● What you need to do
An exact copy of the lines from the one containing "w), eq(customers.email, email)))" through the final line of the records is the only acceptable answer.

═════ Task input ═════

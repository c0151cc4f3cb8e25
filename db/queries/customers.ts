import { and, asc, desc, eq, or, sql } from "drizzle-orm";
import { assertCan, type Member } from "@/lib/auth/can";
import { ConflictError, ValidationError, notFound } from "@/lib/errors";
import type { CustomerUpdate, CustomerValues } from "@/lib/customers/schemas";
import { getDb, type DbOrTx } from "../client";
import { customers, jobs } from "../schema";

/**
 * A workshop's customers and their jobs. Every member reads them (names and contact details are not
 * prices); technicians and owners add and edit; only an owner removes one, and only with no jobs.
 * A job keeps its customer's name and e-mail as a copy (jobs.customerName / customerEmail), so
 * everything that reads those (estimates, the ready message, search) keeps working; editing a
 * customer updates the copy on every job of theirs in the same transaction.
 */

const columns = {
  id: customers.id,
  name: customers.name,
  email: customers.email,
  phone: customers.phone,
  address: customers.address,
  notes: customers.notes,
  createdAt: customers.createdAt,
  updatedAt: customers.updatedAt,
};

const normalEmail = (email: string | null | undefined) => (email ? email.trim().toLowerCase() : email);

function likePattern(text: string): string {
  return `%${text.replace(/[\\%_]/g, (c) => `\\${c}`)}%`;
}

/** Every customer with how many jobs they have and when one last came in; most recent first. */
export function listCustomers(member: Member, q?: string) {
  // Spelt out: in a one-table select Drizzle leaves columns unqualified, and inside the subquery "id" would be the job's.
  const jobCount = sql<number>`(select count(*) from "jobs" as "j" where "j"."customer_id" = "customers"."id")`;
  const lastJobAt = sql<number | null>`(select max("j"."created_at") from "jobs" as "j" where "j"."customer_id" = "customers"."id")`;
  const where = [eq(customers.workshopId, member.workshopId)];
  if (q) {
    const p = likePattern(q);
    where.push(or(sql`${customers.name} like ${p} escape '\\'`, sql`${customers.email} like ${p} escape '\\'`, sql`${customers.phone} like ${p} escape '\\'`)!);
  }
  return getDb()
    .select({ ...columns, jobCount, lastJobAt })
    .from(customers)
    .where(and(...where))
    .orderBy(desc(sql`coalesce(${lastJobAt}, ${customers.createdAt})`), asc(customers.name))
    .limit(500)
    .all()
    .map((c) => ({ ...c, lastJobAt: c.lastJobAt === null ? null : new Date(c.lastJobAt) }));
}

export type CustomerListRow = ReturnType<typeof listCustomers>[number];

/** A customer and every job of theirs, newest first. */
export function getCustomer(member: Member, customerId: number) {
  const customer = getDb()
    .select(columns)
    .from(customers)
    .where(and(eq(customers.id, customerId), eq(customers.workshopId, member.workshopId)))
    .get();
  if (!customer) throw notFound("That customer");
  const theirJobs = getDb()
    .select({
      id: jobs.id,
      number: jobs.number,
      title: jobs.title,
      equipmentKind: jobs.equipmentKind,
      status: jobs.status,
      createdAt: jobs.createdAt,
      updatedAt: jobs.updatedAt,
    })
    .from(jobs)
    .where(and(eq(jobs.customerId, customerId), eq(jobs.workshopId, member.workshopId)))
    .orderBy(desc(jobs.number))
    .all();
  return { ...customer, jobs: theirJobs };
}

export type CustomerDetail = ReturnType<typeof getCustomer>;

function assertEmailFree(db: DbOrTx, workshopId: number, email: string | null | undefined, except?: number) {
  if (!email) return;
  const taken = db
    .select({ id: customers.id, name: customers.name })
    .from(customers)
    .where(and(eq(customers.workshopId, workshopId), eq(customers.email, email)))
    .get();
  if (taken && taken.id !== except)
    throw new ConflictError(`${taken.name} already has this e-mail address.`, { email: `${taken.name} already has this address; open their record instead.` });
}

export function createCustomer(member: Member, input: CustomerValues) {
  assertCan(member, "editJobs", "add customers");
  return getDb().transaction((tx) => {
    const email = normalEmail(input.email);
    assertEmailFree(tx, member.workshopId, email);
    return tx
      .insert(customers)
      .values({ ...input, email, workshopId: member.workshopId })
      .returning(columns)
      .get();
  });
}

export function updateCustomer(member: Member, customerId: number, input: CustomerUpdate) {
  assertCan(member, "editJobs", "edit customers");
  return getDb().transaction((tx) => {
    const changes = Object.fromEntries(Object.entries({ ...input, email: normalEmail(input.email) }).filter(([, v]) => v !== undefined));
    if (changes.email !== undefined) assertEmailFree(tx, member.workshopId, changes.email as string | null, customerId);
    const customer = tx
      .update(customers)
      .set({ ...changes, updatedAt: new Date() })
      .where(and(eq(customers.id, customerId), eq(customers.workshopId, member.workshopId)))
      .returning(columns)
      .get();
    if (!customer) throw notFound("That customer");
    // The jobs' copy of the name and e-mail follows the record.
    tx.update(jobs)
      .set({ customerName: customer.name, customerEmail: customer.email })
      .where(and(eq(jobs.customerId, customerId), eq(jobs.workshopId, member.workshopId)))
      .run();
    return customer;
  });
}

/** Owners only, and only a customer with no jobs: a job's history keeps its customer. */
export function deleteCustomer(member: Member, customerId: number) {
  assertCan(member, "deleteJobs", "remove customers");
  getDb().transaction((tx) => {
    const { id } =
      tx
        .select({ id: customers.id })
        .from(customers)
        .where(and(eq(customers.id, customerId), eq(customers.workshopId, member.workshopId)))
        .get() ?? {};
    if (!id) throw notFound("That customer");
    const n =
      tx
        .select({ n: sql<number>`count(*)` })
        .from(jobs)
        .where(eq(jobs.customerId, id))
        .get()?.n ?? 0;
    if (n > 0) throw new ConflictError(`This customer has ${n} job${n === 1 ? "" : "s"}; a customer with jobs stays on file.`);
    tx.delete(customers).where(eq(customers.id, id)).run();
  });
}

export interface JobCustomerInput {
  customerId?: number | null;
  customerName?: string | null;
  customerEmail?: string | null;
  customerPhone?: string | null;
}

type JobCustomerColumns = { customerId: number | null; customerName: string | null; customerEmail: string | null };

/**
 * The customer a job is booked for, inside the job's transaction: a chosen record (customerId), else the
 * record with the typed e-mail, else with the typed name when no e-mail is typed, else a new record made
 * from what was typed. Returns undefined when the input says nothing about the customer (a PATCH of
 * other fields), and all nulls when it clears them (the workshop's own set).
 */
export function resolveJobCustomer(tx: DbOrTx, member: Member, input: JobCustomerInput): JobCustomerColumns | undefined {
  const w = member.workshopId;
  const pick = (c: { id: number; name: string; email: string | null }) => ({ customerId: c.id, customerName: c.name, customerEmail: c.email });
  const found = { id: customers.id, name: customers.name, email: customers.email };
  if (typeof input.customerId === "number") {
    const chosen = tx
      .select(found)
      .from(customers)
      .where(and(eq(customers.id, input.customerId), eq(customers.workshopId, w)))
      .get();
    if (!chosen) throw new ValidationError("Some fields need attention.", { customerId: "That customer is not on your workshop's list." });
    return pick(chosen);
  }
  const name = input.customerName?.trim() || null;
  const email = normalEmail(input.customerEmail) || null;
  if (!name && !email) {
    const said = ["customerId", "customerName", "customerEmail"].some((k) => k in input && input[k as keyof JobCustomerInput] !== undefined);
    return said ? { customerId: null, customerName: null, customerEmail: null } : undefined;
  }
  const existing = email
    ? tx
        .select(found)
        .from(customers)
        .where(and(eq(customers.workshopId, w), eq(customers.email, email)))
        .get()
    : tx
        .select(found)
        .from(customers)
        .where(and(eq(customers.workshopId, w), sql`lower(${customers.name}) = lower(${name})`))
        .orderBy(asc(customers.id))
        .get();
  if (existing) return pick(existing);
  const phone = input.customerPhone?.trim() || null;
  return pick(
    tx
      .insert(customers)
      .values({ workshopId: w, name: name ?? email!, email, phone })
      .returning(found)
      .get(),
  );
}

═════

● Response area
        .where(and(eq(customers.workshopId, w), eq(customers.email, email)))
        .get()
    : tx
        .select(found)
        .from(customers)
        .where(and(eq(customers.workshopId, w), sql`lower(${customers.name}) = lower(${name})`))
        .orderBy(asc(customers.id))
        .get();
  if (existing) return pick(existing);
  const phone = input.customerPhone?.trim() || null;
  return pick(
    tx
      .insert(customers)
      .values({ workshopId: w, name: name ?? email!, email, phone })
      .returning(found)
      .get(),
  );
}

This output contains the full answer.